# which blade



## AMK (Oct 9, 2007)

iam going to be cutting some laminate 8x4 sheets on my 10" table
saw, what i need help with is which blade should i use to cut these
double sided laminate boards and where could i get them from so that 
they would post them to ireland. please help me first big project 

:smile: :smile:


----------



## mdlbldrmatt135 (Dec 6, 2006)

Is it actuale High pressure laminate or melamine? I'd probably go with a Plywood blade 200 teeth or so


----------



## jemmy (Aug 17, 2007)

AMK said:


> iam going to be cutting some laminate 8x4 sheets on my 10" table
> saw, what i need help with is which blade should i use to cut these
> double sided laminate boards and where could i get them from so that
> they would post them to ireland. please help me first big project
> ...


hi there AMK, i to live in IRELAND when i need blades i look them up in EBAY and they post, i get them from USA on ebay all the time. Jemmy.


----------



## mmwood_1 (Oct 24, 2007)

*blade*

I have had extremely good results cutting laminated ply with a Freud 80 tooth blade. Look them up on the web and look for the blade which is recommended for laminate cutting.
mark

http://markmeyerwoodworking.com


----------



## cabinetman (Jul 5, 2007)

There are "laminate" and "melamine" cutting blades advertised. Basically the best ones will be an 80 tooth, 6-10 deg neg hook, and I've used a tripple chip and a ATB, with comparable results. If I were to pick one to cut both it would be a TCG.


----------



## knotscott (Nov 8, 2007)

Just about any blade will work, but there are a couple of blades designed specifically for your task. 

If you want the cleanest possible cut, a high tooth count blade with a Hi-ATB grind like the Freud LU80, Infinity Ultra, or Forrest Duraline is the ticket....CMT, Ridge Carbide, Amana and others also make them. It's worth noting that the sharp tips from this grind will dull a bit faster than some, but they do offer the cleanest cut in the short term. "Short term" can still be quite a while for a hobbyist...maybe even a couple of years depending on use. 

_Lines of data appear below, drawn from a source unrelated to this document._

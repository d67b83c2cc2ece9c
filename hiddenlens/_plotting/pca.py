"""Drawing of pca results (matplotlib only; called by the results' ``.plot``)."""

from __future__ import annotations

from typing import Any

import numpy as np


def draw_trajectories(result, ax: Any = None, *, dims: int = 2, color_by: Any = "time",
                      samples: Any = None, steps: slice | None = None, others: Any = None):
    """Draw PCATrajectories on ``ax``; the options are those of ``PCATrajectories.plot``,
    except ``others``: a sequence of (name, array of shape (B', T', k)), trajectories already
    projected into this basis."""
    from .style import RUN_COLORS, get_axes

    dims = check_dims(dims, result.n_components)
    B, T, _ = result.projected.shape
    try:
        rows = np.atleast_1d(np.arange(B)[samples if samples is not None else slice(None)])
        cols = np.arange(T)[steps if steps is not None else slice(None)]
    except (IndexError, TypeError) as err:
        raise ValueError(f"samples must index the {B} samples and steps must be a slice of "
                         f"the {T} steps ({err})") from None
    if rows.size == 0 or cols.size == 0:
        raise ValueError("samples/steps select nothing to draw; pass a non-empty selection")
    P = result.projected[rows][:, cols, :dims]  # (b, t, dims)
    colouring = _colouring(color_by, B, rows)
    ax = get_axes(ax, projection="3d" if dims == 3 else None)
    handles = _draw_lines(ax, P, colouring, cols)
    drawn = [P]
    used = len(np.unique(colouring[1])) if colouring[0] == "labels" else 1
    for i, (label, Q) in enumerate(others or ()):
        Q = Q[:, :, :dims]  # (B', T', dims)
        colour = RUN_COLORS[(used + i) % len(RUN_COLORS)]
        handles += _draw_lines(ax, Q, ("single", colour), None, label=label,
                               ls="--")
        drawn.append(Q)
    handles += _mark_ends(ax, drawn)
    set_limits(ax, drawn, dims)
    ax.set_xlabel(result.axis_label(0))
    ax.set_ylabel(result.axis_label(1))
    if dims == 3:
        ax.set_zlabel(result.axis_label(2))
    what = "all states" if result.parts is None else ", ".join(result.parts)
    ax.set_title(f"PCA of {what}: participation ratio {result.participation_ratio:.1f}")
    ax.legend(handles=handles, loc="best", fontsize="small")
    return ax


def draw_variance(result, ax: Any = None, *, max_components: int = 30):
    """Draw the variance share of each component and the cumulative curve (90%/95% marked)."""
    from .style import get_axes

    ax = get_axes(ax)
    n = min(max_components, result.spectrum.size)
    share = result.spectrum[:n] / result.spectrum.sum()
    x = np.arange(1, n + 1)
    ax.bar(x, share, color="C0", alpha=0.6, label="per component")
    ax.plot(x, result.cumulative[:n], "o-", color="C1", ms=3, label="cumulative")
    for level, k in ((0.9, result.n_components_90), (0.95, result.n_components_95)):
        ax.axhline(level, color="grey", lw=0.6, ls=":")
        ax.annotate(f"{level:.0%}: {k}", (x[-1], level), ha="right", va="bottom",
                    fontsize="small", color="grey")
    ax.set_xlabel("component")
    ax.set_ylabel("fraction of variance")
    ax.set_ylim(0, 1.05)
    ax.set_title(f"participation ratio {result.participation_ratio:.2f} of {result.spectrum.size}")
    ax.legend(loc="center right", fontsize="small")
    return ax


# ---------------------------------------------------------------------- drawing
def check_dims(dims: Any, k: int) -> int:
    if dims not in (2, 3):
        raise ValueError(f"dims must be 2 or 3, got {dims!r}")
    if k < dims:
        raise ValueError(f"a {dims}-D plot needs at least {dims} components but only {k} were "
                         f"kept; refit with k={dims}")
    return int(dims)


def _colouring(color_by: Any, B: int, rows: np.ndarray):
    if isinstance(color_by, str):
        if color_by not in ("time", "sample"):
            raise ValueError(f"color_by must be 'time', 'sample' or an array of {B} labels "
                             f"(one per sample), got {color_by!r}")
        return (color_by, None)
    labels = np.asarray(color_by)
    if labels.shape != (B,):
        raise ValueError(f"color_by labels must have shape ({B},), one per sample, got shape "
                         f"{labels.shape}")
    return ("labels", labels[rows])


_TIME_PIECES = 128  # most colour bands drawn along one trajectory coloured by time


def _draw_lines(ax, P: np.ndarray, colouring, steps, *, label: str | None = None,
                ls: str = "-") -> list:
    """Draw trajectories P (b, t, dims) as one line collection; return legend handles."""
    from matplotlib.collections import LineCollection
    from matplotlib.lines import Line2D

    b, t, dims = P.shape
    kind, extra = colouring
    handles = []
    if kind == "single":
        handles.append(Line2D([], [], color=extra, ls=ls, label=label))
    if t < 2:
        return handles
    # One polyline per piece of m steps: a sample's own colour needs one piece, a colour over time
    # at most _TIME_PIECES pieces (finer colour bands are invisible, and each piece is a Path
    # that matplotlib builds and strokes on every redraw).
    m = t - 1 if kind != "time" else -(-(t - 1) // _TIME_PIECES)
    firsts = np.arange(0, t - 1, m)  # first step of each piece
    segs = [P[i, a:min(a + m, t - 1) + 1] for i in range(b) for a in firsts]  # (<= m+1, dims)
    per_sample = firsts.size
    kw: dict[str, Any] = {"linewidths": 1.0, "linestyles": ls}
    if kind == "single":
        kw["colors"] = extra
    elif kind == "sample":
        from .style import time_colors

        kw["colors"] = np.repeat(time_colors(b, "turbo"), per_sample, axis=0)
    elif kind == "labels":
        uniq, code = np.unique(extra, return_inverse=True)
        palette = np.array([f"C{i % 10}" for i in range(uniq.size)])
        kw["colors"] = np.repeat(palette[code], per_sample)
    if dims == 3:
        from mpl_toolkits.mplot3d.art3d import Line3DCollection as Collection
    else:
        Collection = LineCollection
    coll = Collection(segs, **kw)
    if kind == "time":
        coll.set_array(np.tile(steps[firsts], b).astype(float))
        coll.set_cmap("viridis")
    ax.add_collection(coll)
    if kind == "time":
        ax.figure.colorbar(coll, ax=ax, label="step", shrink=0.8, pad=0.12 if dims == 3 else 0.04)
    elif kind == "labels":
        handles += [Line2D([], [], color=palette[i], label=str(u)) for i, u in enumerate(uniq)]
    return handles


def _mark_ends(ax, drawn: list[np.ndarray]) -> list:
    first = np.concatenate([P[:, 0] for P in drawn])  # (n, dims)
    last = np.concatenate([P[:, -1] for P in drawn])
    return [
        ax.scatter(*first.T, marker="o", facecolors="white", edgecolors="black", s=22,
                   zorder=3, label="start"),
        ax.scatter(*last.T, marker="s", color="black", s=18, zorder=3, label="end"),
    ]


def set_limits(ax, drawn: list[np.ndarray], dims: int) -> None:
    pts = np.concatenate([P.reshape(-1, dims) for P in drawn])
    lo, hi = pts.min(axis=0), pts.max(axis=0)
    span = hi - lo
    big = float(span.max()) or 1.0
    pad = np.where(span > 1e-9 * big, 0.05 * span, 0.5 * big)  # a flat axis gets room too
    setters = (ax.set_xlim, ax.set_ylim) + ((ax.set_zlim,) if dims == 3 else ())
    for i, setter in enumerate(setters):
        setter(lo[i] - pad[i], hi[i] + pad[i])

If you're going to be cutting alot of sheets, a triple chip grind (TCG) is more durable. The cut should still be pretty good and will hold an edge longer than any other grind. Freud LU82, LU97, or LU98 are good examples of a suitable TCG. 

If you're already got a decent general purpose blade such as a 40T Forrest WWII or a good 60 to 80T crosscut blade, you may find that the cut is suitable with what you've got. You can reduce chipping by using painters tape on the exit side, or by scoring the exit side with a shallow cut prior to cutting all the way through. 

HTH, 
Scott


----------